PETALING JAYA, April 17 — Malaysia is likely being targeted in online espionage operations due to interest in the country’s growing economic and political importance, cybersecurity firm Kaspersky’s principal security researcher Vicente Diaz said.
When asked at a media briefing today to explain why there were more reports of alleged operations in Asean, Diaz said a country’s exposure to online spying risks is not usually tied to how technologically advanced it is.
“It’s more about the economy,” he told reporters at the briefing on cybersecurity in Malaysia.
“But in countries like Malaysia, I think that it’s because Malaysia is becoming a more interesting country in terms of geopolitics, economy, the companies are becoming more successful.
“So this is why some of these targeted attacks are focusing in this country,” he said.
Diaz named two examples of cybercriminal groups — Naikon and Hellsing — that target countries within Southeast Asia with malicious software or malware aimed at stealing data.

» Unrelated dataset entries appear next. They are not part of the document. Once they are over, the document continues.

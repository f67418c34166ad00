/**
 * First-out grouping: one root fault (a cooling loss) raises a cascade of alarms — low flow,
 * then coil temperature high, then high-high. The first annunciated raise opens a group; every
 * other alarm raised within `windowMs` of it is grouped under it, so the operator sees one
 * root alarm with its consequences folded beneath instead of a flood.
 *
 * The window runs from the first raise (not from the latest one), so a long chain of faults
 * cannot keep one group open for ever.
 */
export const DEFAULT_FIRST_OUT_WINDOW_MS = 10_000;

export class FirstOutGrouper {
  private head: { id: string; at: number } | null = null;

  /** @param windowMs how long after the first raise later raises join its group, ms. */
  constructor(readonly windowMs: number = DEFAULT_FIRST_OUT_WINDOW_MS) {
    if (!(windowMs > 0)) throw new Error(`first-out window must be more than 0 ms, got ${windowMs}`);
  }

  /**
   * Registers an annunciated raise of `alarmId` at `atMs` (Unix epoch ms). Returns the id of
   * the first-out alarm it belongs under, or null when this raise is itself first out.
   */
  assign(alarmId: string, atMs: number): string | null {
    const head = this.head;
    if (head && atMs - head.at <= this.windowMs) return head.id === alarmId ? null : head.id;
    this.head = { id: alarmId, at: atMs };
    return null;
  }
}
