/** Alarms as the API and the WebSocket show them: times as ISO 8601 UTC. */
import type { ActiveAlarm, AlarmListItem } from '../../shared/alarms/alarm-api.js';
import type { AlarmBook, AlarmStatus } from './alarm-book.js';

const iso = (ms: number) => new Date(ms).toISOString();

export function alarmListItem(s: AlarmStatus): AlarmListItem {
  const item: AlarmListItem = {
    id: s.id,
    channel: s.channel,
    level: s.level,
    priority: s.priority,
    state: s.state,
    raisedAt: s.raisedAt === null ? null : iso(s.raisedAt),
    conditionSince: s.conditionSince === null ? null : iso(s.conditionSince),
    value: s.value,
    valueAtRaise: s.valueAtRaise,
    limit: s.limit,
    firstOut: s.firstOut,
    shelf: s.shelf ? { by: s.shelf.by, reason: s.shelf.reason, since: iso(s.shelf.since), until: iso(s.shelf.until) } : null,
  };
  if (s.firstOutOf) item.firstOutOf = s.firstOutOf;
  return item;
}

/** Every alarm (`GET /api/alarms?state=all`), in definition order. */
export function allAlarms(book: AlarmBook): AlarmListItem[] {
  return book.list().map(alarmListItem);
}

/** One alarm by id; undefined when there is none. */
export function alarmItem(book: AlarmBook, id: string): AlarmListItem | undefined {
  const status = book.list().find((s) => s.id === id);
  return status && alarmListItem(status);
}

/** Annunciated alarms (`GET /api/alarms?state=active`, WebSocket `alarms`), high priority and oldest first. */
export function activeAlarms(book: AlarmBook): ActiveAlarm[] {
  const levels = new Map(book.limits().map((l) => [l.id, l.level]));
  return book.active().map((a) => {
    const item: ActiveAlarm = {
      id: a.id,
      channel: a.channel,
      priority: a.priority,
      state: a.state,
      raisedAt: iso(a.raisedAt),
      conditionSince: iso(a.conditionSince),
      value: a.value,
      valueAtRaise: a.valueAtRaise,
      limit: a.limit,
      firstOut: a.firstOut,
      level: levels.get(a.id),
    };
    if (a.firstOutOf) item.firstOutOf = a.firstOutOf;
    return item;
  });
}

In the immediate aftermath of Malaysia Airlines’ Flight MH370’s disappearance, Naikon gained notoriety when it sent out emails purporting to contain details related to the aviation tragedy to government officers and investigators — including those from Malaysia, Vietnam and Indonesia.

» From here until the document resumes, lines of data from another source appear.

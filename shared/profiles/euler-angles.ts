/**
 * Canonical z-y-z Euler angles. Every rotation has many angle triples; the stored one has α
 * and γ in (−180°, 180°] and β in [0°, 180°], so that 400° and 40° are stored alike and a
 * reader sees familiar numbers. The rotation Rz(α)·Ry(β)·Rz(γ) is unchanged: a negative β is
 * the same rotation as (α + 180°, −β, γ + 180°) (docs/field-math.md).
 */
export function normaliseZyzEuler([alpha, beta, gamma]: readonly [number, number, number]): [number, number, number] {
  let a = wrap180(alpha);
  let b = wrap180(beta);
  let g = wrap180(gamma);
  if (b < 0) {
    b = -b;
    a = wrap180(a + 180);
    g = wrap180(g + 180);
  }
  return [a, b, g];
}

/** The angle in (−180°, 180°]; −0 becomes 0. */
export function wrap180(deg: number): number {
  const r = deg - 360 * Math.ceil((deg - 180) / 360);
  return r === 0 ? 0 : r;
}
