import type { Calibration } from '../../shared/field/calibration.js';
import { fieldUncertainty } from '../../shared/field/field-uncertainty.js';
import { fieldFromCurrents, type Vec3 } from '../../shared/field/field-vector.js';
import type { LiveState } from '../../shared/live/live-state.js';
import type { ControllerStatus, FastFrame, SlowFrame } from '../../shared/telemetry/messages.js';
import type { CalibrationCache } from '../field/calibration-cache.js';
import type { AdmittedMessage } from '../ingest/frame-gate.js';
import { BlockDecimator } from '../live/block-decimator.js';
import type { LiveSink } from '../live/live-sink.js';
import type { LiveStore } from '../live/live-store.js';
import { mean } from '../live/live-store.js';
import { appendSeriesPoint, appendSlowPoint, DECIMATION_BLOCK_MS, emptySeriesChunk, emptySlowChunk } from '../live/series-chunk.js';
import type { RollupAccumulator } from '../storage/rollup-accumulator.js';
import type { TelemetryWriter } from '../storage/telemetry-writer.js';

/** A message the pipeline applied, with what it produced: passed on to supervision as values. */
export interface AppliedMessage {
  message: AdmittedMessage;
  /** The live state after the message. */
  live: LiveState;
  /** Server time the newest fast frame arrived, Unix epoch ms; null before the first. */
  lastFrameAtMs: number | null;
}

/** What the pipeline hands each fast frame's mean currents to (the live prediction feed). */
export interface FrameDirectionSink {
  addFrame(calibration: Calibration, meanCurrentA: Vec3, sampleTimeMs: number): void;
}

/**
 * The one-way flow after the edge: validated frame → field (active calibration) → live state
 * and the prediction feed → roll-ups and storage → fan-out, and the result returned for
 * supervision. Runs synchronously in the MQTT message handler and never awaits, so nothing
 * downstream (database, browsers) can hold ingest up.
 */
export class TelemetryPipeline {
  private readonly decimator = new BlockDecimator(DECIMATION_BLOCK_MS);

  constructor(
    private readonly deps: {
      calibrations: CalibrationCache;
      live: LiveStore;
      rollups: RollupAccumulator;
      writer: TelemetryWriter;
      fanout: LiveSink;
      /** Takes each frame's mean currents for the live prediction (it only hands over to a worker). */
      prediction: FrameDirectionSink;
      now?: () => number;
    },
  ) {}

  handle(message: AdmittedMessage): AppliedMessage {
    switch (message.kind) {
      case 'fast':
        this.handleFast(message.frame);
        break;
      case 'slow':
        this.handleSlow(message.frame);
        break;
      case 'status':
        this.handleStatus(message.status);
        break;
    }
    const { live } = this.deps;
    return { message, live: live.snapshot(), lastFrameAtMs: live.lastFrameAtMs() };
  }

  private handleFast(frame: FastFrame): void {
    const { calibrations, live, rollups, writer, fanout, prediction } = this.deps;
    const calibration = calibrations.active();
    const series = emptySeriesChunk();
    this.decimator.push(frame.t0Ms, frame.rateHz, frame.currentA.x, frame.currentA.y, frame.currentA.z, (tMs, x, y, z) => {
      const current = { x, y, z };
      const field = fieldFromCurrents(calibration, current);
      appendSeriesPoint(series, tMs, current, field);
      rollups.addFieldPoint(tMs, field);
    });
    const meanCurrent = { x: mean(frame.currentA.x), y: mean(frame.currentA.y), z: mean(frame.currentA.z) };
    // σ|B|, σθ, σφ from the calibration's parameter covariance, at the frame's mean currents.
    const uncertainty = calibration.covariance ? fieldUncertainty(calibration, calibration.covariance, meanCurrent) : null;
    live.applyFast(frame, meanCurrent, fieldFromCurrents(calibration, meanCurrent), calibration, (this.deps.now ?? Date.now)(), uncertainty);
    prediction.addFrame(calibration, meanCurrent, frame.t0Ms);
    rollups.addFast(frame);
    if (uncertainty) rollups.addUncertainty(frame.t0Ms + ((frame.currentA.x.length - 1) * 500) / frame.rateHz, uncertainty);
    writer.addFast(frame, calibration.id);
    if (series.t.length > 0) fanout.publishSeries(series);
  }

  private handleSlow(frame: SlowFrame): void {
    const { live, rollups, writer, fanout } = this.deps;
    live.applySlow(frame);
    rollups.addSlow(frame);
    writer.addSlow(frame);
    const slow = emptySlowChunk();
    appendSlowPoint(slow, frame.tMs, frame.coilTempC, frame.flowLpm);
    fanout.publishSlow(slow);
  }

  private handleStatus(status: ControllerStatus): void {
    this.deps.live.applyStatus(status);
    this.deps.fanout.publishStateChange();
  }
}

Hellsing has been found to target government and diplomatic organisations in Malaysia, Indonesia, the Philippines and Indonesia, as well as foreign diplomatic organisations in the US.
Diaz said those who fund such costly and complex online espionage campaigns are likely governments of other countries, citing several factors such as the need for highly skilled experts to produce the malware, identify specific victims and the knowledge to use the stolen data.
“So it’s a complex approach. Who do you think could be behind such an operation, who do you think has the capabilities to access all this information, to prepare all this infrastructure, to put in the money? Who do you think is interested in this information that they are getting from big companies, government, ministries, research facilities?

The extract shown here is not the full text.